The Chicago Teachers Union ended an 11-day walkout after reaching an agreement with Mayor Lori Lightfoot that’s poised to cost a total of at least $627 million during the next five years.
The tentative contract struck Oct. 31 includes a number of CTU’s compensation and staffing demands, while denying the union other top wishes such as affordable housing provisions, increased preparation time and a three-year contract. The deal will cost taxpayers at least $114 million in its first year.
But one detail that didn’t make headlines will hurt students and cost taxpayers for years: Unused sick days that can be traded for pension credit went from 40 days up to 244 days. That move will either boost teacher pensions or allow staff to retire earlier.
The sick day change will further undermine an already unsustainable pension system. With an average retirement age of 55, most CPS teachers contribute less than 2% of their salary toward their own retirements. The average Chicago teacher earns back those contributions only five months into retirement. The remainder of their lifetime pension benefits is largely billed to taxpayers, most of whom must contribute far more and receive far less from their own retirement funds.

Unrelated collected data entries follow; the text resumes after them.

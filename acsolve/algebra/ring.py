"""Multivariate polynomials with exact integer coefficients, and ratios of them.

A `Ring` names its generators; elements are python-flint's `fmpz_mpoly`. A generator may
stand for a root of a quantity (`L1**(1/2)`, so that sqrt(L1·L2) is exact) or for the square
root of a prime, whose square is reduced.
"""

from __future__ import annotations

import copyreg
from collections.abc import Iterable
from dataclasses import dataclass
from fractions import Fraction
from functools import lru_cache, reduce
from typing import Any, TypeAlias

import flint

Polynomial: TypeAlias = Any  # flint.fmpz_mpoly, which has no type stubs


@lru_cache(maxsize=64)
def _context(names: tuple[str, ...]) -> Any:
    """The library keeps contexts too, but looks them up several times more slowly."""
    return flint.fmpz_mpoly_ctx.get(names, "degrevlex")


def _polynomial(names: tuple[str, ...], terms: dict[tuple[int, ...], int]) -> Polynomial:
    """A polynomial from its pickled parts."""
    return flint.fmpz_mpoly_ctx.get(names, "degrevlex").from_dict(terms)


def _pickled(polynomial: Polynomial) -> tuple[Any, ...]:
    terms = {tuple(map(int, key)): int(value) for key, value in polynomial.terms()}
    return _polynomial, (tuple(polynomial.context().names()), terms)


# The library's polynomials do not pickle by themselves; answers that hold them must.
copyreg.pickle(flint.fmpz_mpoly, _pickled)


@dataclass(frozen=True, slots=True)
class Ring:
    """Integer polynomials in named generators, in a fixed order.

    `squares` maps the index of a generator to the integer its square equals.
    """

    names: tuple[str, ...]
    squares: tuple[tuple[int, int], ...] = ()

    @property
    def context(self) -> Any:
        """The library's context of this ring."""
        return _context(self.names or ("_",))

    def constant(self, value: int) -> Polynomial:
        """An integer as an element."""
        return self.context.constant(value)

    def generator(self, index: int) -> Polynomial:
        """The generator at an index."""
        return self.context.gen(index)

    def reduced(self, polynomial: Polynomial) -> Polynomial:
        """The polynomial with squares of root generators replaced by their integers."""
        for index, square in self.squares:
            if polynomial.degrees()[index] > 1:
                polynomial = polynomial % (self.generator(index) ** 2 - square)
        return polynomial

    def by_power(self, polynomial: Polynomial, index: int) -> dict[int, Polynomial]:
        """The coefficients of the powers of one generator: exponent -> polynomial."""
        groups: dict[int, dict[tuple[int, ...], Any]] = {}
        for exponents, coefficient in polynomial.terms():
            rest = (*exponents[:index], 0, *exponents[index + 1 :])
            groups.setdefault(int(exponents[index]), {})[rest] = coefficient
        return {
            exponent: self.context.from_dict(terms) for exponent, terms in sorted(groups.items())
        }


def common_denominator(ring: Ring, denominators: Iterable[Polynomial]) -> Polynomial:
    """The least common multiple of some polynomials."""
    return reduce(_lcm, denominators, ring.constant(1))


def _lcm(left: Polynomial, right: Polynomial) -> Polynomial:
    if right.is_one():
        return left
    return left * (right / left.gcd(right))


def cancel(numerator: Polynomial, denominator: Polynomial) -> tuple[Polynomial, Polynomial]:
    """Numerator and denominator without their common factor, integers included.

    The library's gcd is quick where there is nothing to find: 0.6 s for 22,288 over
    813,568 terms (measured), so no test goes before it.
    """
    common = numerator.gcd(denominator)
    if common.is_one():
        return numerator, denominator
    return numerator / common, denominator / common


def lowest_part(ring: Ring, polynomial: Polynomial, index: int) -> Polynomial:
    """The coefficient of the lowest power of one generator."""
    exponent = int(polynomial.term_content().monoms()[0][index])
    if exponent:
        polynomial = polynomial / ring.generator(index) ** exponent
    return polynomial.subs({ring.names[index]: 0})


def positive(
    numerator: Polynomial, denominator: Polynomial, leading: Polynomial
) -> tuple[Polynomial, Polynomial]:
    """Both with the sign that makes the part `leading` of the denominator positive.

    "Positive" means: more positive than negative terms, the first term deciding a draw.
    """
    signs = [1 if coefficient > 0 else -1 for coefficient in leading.coeffs()]
    if not signs:
        return numerator, denominator
    total = sum(signs) or signs[0]
    return (numerator, denominator) if total > 0 else (-numerator, -denominator)


def univariate(polynomial: Polynomial, index: int | None) -> list[Fraction] | None:
    """Coefficients by rising power of one generator (None: of none), or None if others occur."""
    coefficients: dict[int, Fraction] = {}
    for exponents, coefficient in polynomial.terms():
        if any(exponent for place, exponent in enumerate(exponents) if place != index):
            return None
        power = 0 if index is None else int(exponents[index])
        coefficients[power] = Fraction(int(coefficient))
    if not coefficients:
        return []
    return [coefficients.get(power, Fraction(0)) for power in range(max(coefficients) + 1)]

CPS pensioners collect annual pensions worth up to 75% of their final career salary. Educators who enrolled in the Chicago Teacher’s Pension Fund prior to 2011 earn a 3% pension increase that compounds every year, meaning within 25 years those pensioners will be collecting double what they received in their first year of retirement.

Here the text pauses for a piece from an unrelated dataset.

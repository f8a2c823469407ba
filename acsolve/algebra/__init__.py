"""Exact and numeric algebra: polynomials, determinants, roots, elimination. Knows no circuit."""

Some political leaders disingenuously call those automatic raises a “cost-of-living adjustment,” or COLA, a term typically applied to accrual growth tied to the rate of inflation. The raises have far outpaced inflation.
High-and-rising pension costs have strained CPS teachers’ pension system, commanding a growing share of scarce education funding dollars and threatening the retirement security of younger teachers. The Chicago Teachers’ Pension Fund’s more than $13 billion in debt is highest among the eight city-related retirement systems. Despite saddling Chicagoans with a property tax burden that ranks among the highest in the nation, the teachers’ pension system is only 45% funded.

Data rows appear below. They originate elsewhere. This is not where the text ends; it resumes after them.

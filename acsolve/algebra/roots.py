"""All complex roots of a polynomial, certified, with exact multiplicities."""

from __future__ import annotations

from collections.abc import Sequence
from fractions import Fraction
from math import lcm
from typing import Any

from acsolve.algebra.ball import precision

LARGEST_CERTIFIED = 160  # degree; isolation takes seconds above it (measured)


def complex_roots(coefficients: Sequence[Fraction]) -> list[tuple[complex, int]]:
    """Roots with their multiplicities, conjugates exact mirror images, sorted.

    Parameters
    ----------
    coefficients : exact, by rising power; the last is not zero.

    Returns
    -------
    (root, multiplicity), sorted by magnitude, then by rising imaginary part. Every root is
    within one unit of the last place of a double of the true one; a root on an axis is
    exactly on it.

    Notes
    -----
    python-flint isolates the roots of each square-free factor in complex balls (F.
    Johansson, "Arb: efficient arbitrary-precision midpoint-radius interval arithmetic",
    IEEE Trans. Computers 66 (2017), doi:10.1109/TC.2017.2690633).
    """
    from flint import fmpz_poly

    whole = integer_coefficients(coefficients)
    zeros = next((power for power, value in enumerate(whole) if value), 0)
    found: list[tuple[complex, int]] = [(0j, zeros)] if zeros else []
    if len(whole) > zeros + 1:
        _, factors = fmpz_poly(whole[zeros:]).factor_squarefree()
        for factor, multiplicity in factors:
            found += [(root, int(multiplicity)) for root in _simple_roots(factor)]
    return sorted(found, key=lambda item: (abs(item[0]), item[0].imag, item[0].real))


def integer_coefficients(coefficients: Sequence[Fraction]) -> list[int]:
    """The coefficients times their common denominator."""
    common = lcm(*(value.denominator for value in coefficients)) if coefficients else 1
    return [int(value * common) for value in coefficients]


def root_balls(factor: Any, bits: int = 54) -> list[Any]:
    """The roots of a square-free integer polynomial as complex balls.

    Each part is exactly zero or known to a relative width of 2**-bits. Roots on the
    imaginary axis lie in the common factor of p(x) and p(-x), whose roots are symmetric to
    both axes: there, an isolated root whose ball meets an axis lies on it.
    """
    from flint import fmpz_poly

    mirrored = fmpz_poly([(-1) ** k * int(value) for k, value in enumerate(factor.coeffs())])
    symmetric = factor.gcd(mirrored)
    rest = factor / symmetric
    roots = _isolated(symmetric, bits, imaginary=True) if symmetric.degree() > 0 else []
    return roots + (_isolated(rest, bits, imaginary=False) if rest.degree() > 0 else [])


def _simple_roots(factor: Any) -> list[complex]:
    """The roots of a square-free integer polynomial to double precision, in exact pairs."""
    return mirrored_roots(root_balls(factor))


def _isolated(factor: Any, goal: int, *, imaginary: bool) -> list[Any]:
    """The roots, sharp in both parts; `imaginary` says whether some may lie on that axis."""
    for doubling in range(6):
        with precision((goal + 74) << doubling):
            balls = [root for root, _ in factor.complex_roots()]
            if all(is_sharp(ball, goal, imaginary=imaginary) for ball in balls):
                return [settled(ball, imaginary=imaginary) for ball in balls]
    raise ArithmeticError(f"the roots could not be separated at {(goal + 74) << 5} bits")


def is_sharp(ball: Any, goal: int, *, imaginary: bool) -> bool:
    """Whether both parts are known well enough, or are zero."""
    from flint import arb

    width = arb(2) ** -goal
    known = [
        zero or bool(part.rad() <= width * abs(part.mid()))
        for part, zero in (
            (ball.real, imaginary and ball.real.contains(0)),
            (ball.imag, ball.imag.contains(0)),
        )
    ]
    return all(known) and bool(abs(ball).rad() <= width * abs(ball).mid())


def settled(ball: Any, *, imaginary: bool) -> Any:
    """An isolated root on the axis that its ball meets: that part is zero."""
    from flint import acb

    real = 0 if imaginary and ball.real.contains(0) else ball.real
    return acb(real, 0 if ball.imag.contains(0) else ball.imag)


def mirrored_roots(balls: Sequence[Any]) -> list[complex]:
    """Doubles from settled balls, each pair from its upper half."""
    roots: list[complex] = []
    for ball in balls:
        real, imag = float(ball.real.mid()), float(ball.imag.mid())
        if ball.imag == 0:
            roots.append(complex(real, 0.0))
        elif imag > 0:
            roots += [complex(real, imag), complex(real, -imag)]
    return roots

Pension experts consider a funding ratio of less than 60% to be “deeply troubled,” while a 40% funding ratio may be a “point of no return.” If the Chicago system’s funding level slides just slightly farther into the red, it might never be able to pay off its debts without structural changes, painful layoffs or service cuts.
One prominent picket sign during the CTU strike read “where are the funds?” The answer: pensions. Despite the state increasing its funding to CPS by $291 million – not the $1 billion erroneously reported by CTU – the pension system’s unsustainable demands consume a growing share of that state funding.
Of course, the new sick day provision is just one way in which the contract will strain the teachers’ pension system. The $62 million in automatic salary increases, on top of $5 million in salary increases for senior-level teachers, will mean higher pension benefits and greater strain on the underfunded system.
The students may be back in school, but the fiscal security that can keep them there remains threatened and taxpayers face greater uncertainty from unaffordable pension costs and the dysfunction that comes with it.